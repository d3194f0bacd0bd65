"""The evidence the group lifecycle decides on, kept in the model state.

Per group, and updated after every stepwise unit in O(words in the unit x K):

- typicality: an exponentially weighted mean and variance of the per-token log-likelihood of
  the documents whose MAP group it is (a document's weight halves after
  ``typicality_half_life`` further documents of the group). Documents found novel are left out,
  so a burst of strays does not teach the group to accept them;
- the current window (``check_every_documents`` long, or shorter once its documents hold the
  token cadence, ``LifecycleConfig.window_tokens``): each group's posterior mass, and for
  each pair the mass the two share (the smaller of the two posteriors, taken over each
  document's two most probable groups), from which the overlap coefficient of the soft
  memberships follows; the count of whole quiet windows in a row;
- the novelty buffer: the counts of recent documents their MAP group explains poorly (far below
  its typicality, or mostly words never seen before), with their stream positions (ordinals),
  bounded in size and age, and the stream position of the last birth test (the buffered
  documents after it are the evidence a birth test between windows waits for).

Everything here is part of the checkpointed state (mixture.serialize), so the lifecycle is a
function of the stream alone. :func:`dirichlet_multinomial_log_marginal` is the closed form the
birth test uses.
"""

from __future__ import annotations

import functools
from dataclasses import dataclass, field

import numpy as np
import scipy.sparse as sp
from scipy.special import gammaln

from mixture.lifecycle_config import LifecycleConfig


def dirichlet_multinomial_log_marginal(
    word_counts: np.ndarray, n_words: int, pseudocount: float
) -> float:
    """Log probability of a token sequence under one unigram group with a Dirichlet prior.

    With theta ~ Dirichlet(beta, ..., beta) over V words, integrating theta out of
    prod_w theta_w ** n_w gives (the sequence probability, without the multinomial
    coefficient, as the model's own likelihoods are)::

        log Gamma(V beta) - log Gamma(N + V beta) + sum_w [log Gamma(n_w + beta) - log Gamma(beta)]

    Only words with n_w > 0 contribute to the sum, so the cost is the number of words used.

    Parameters
    ----------
    word_counts : ndarray
        Pooled counts of the words used (zeros allowed, they add nothing).
    n_words : int
        V, the size of the vocabulary the prior spreads over.
    pseudocount : float
        beta > 0, the model's word pseudo-count.

    Returns
    -------
    float
    """
    counts = np.asarray(word_counts, dtype=np.float64).ravel()
    counts = counts[counts > 0]
    total = float(counts.sum())
    v_beta = n_words * pseudocount
    return float(
        gammaln(v_beta)
        - gammaln(total + v_beta)
        + (gammaln(counts + pseudocount) - gammaln(pseudocount)).sum()
    )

+ + + + +

▸ **GOAL OF THE EXERCISE**
An exact copy of the data is needed, running from its first line through the line that holds "so a burst of", and nothing beyond that.

▸ **WRITTEN RESPONSE**
repository d3194f0bacd0bd65
"""The evidence the group lifecycle decides on, kept in the model state.

Per group, and updated after every stepwise unit in O(words in the unit x K):

- typicality: an exponentially weighted mean and variance of the per-token log-likelihood of
  the documents whose MAP group it is (a document's weight halves after
  ``typicality_half_life`` further documents of the group). Documents found novel are left out,
  so a burst of strays does not teach the group to accept them;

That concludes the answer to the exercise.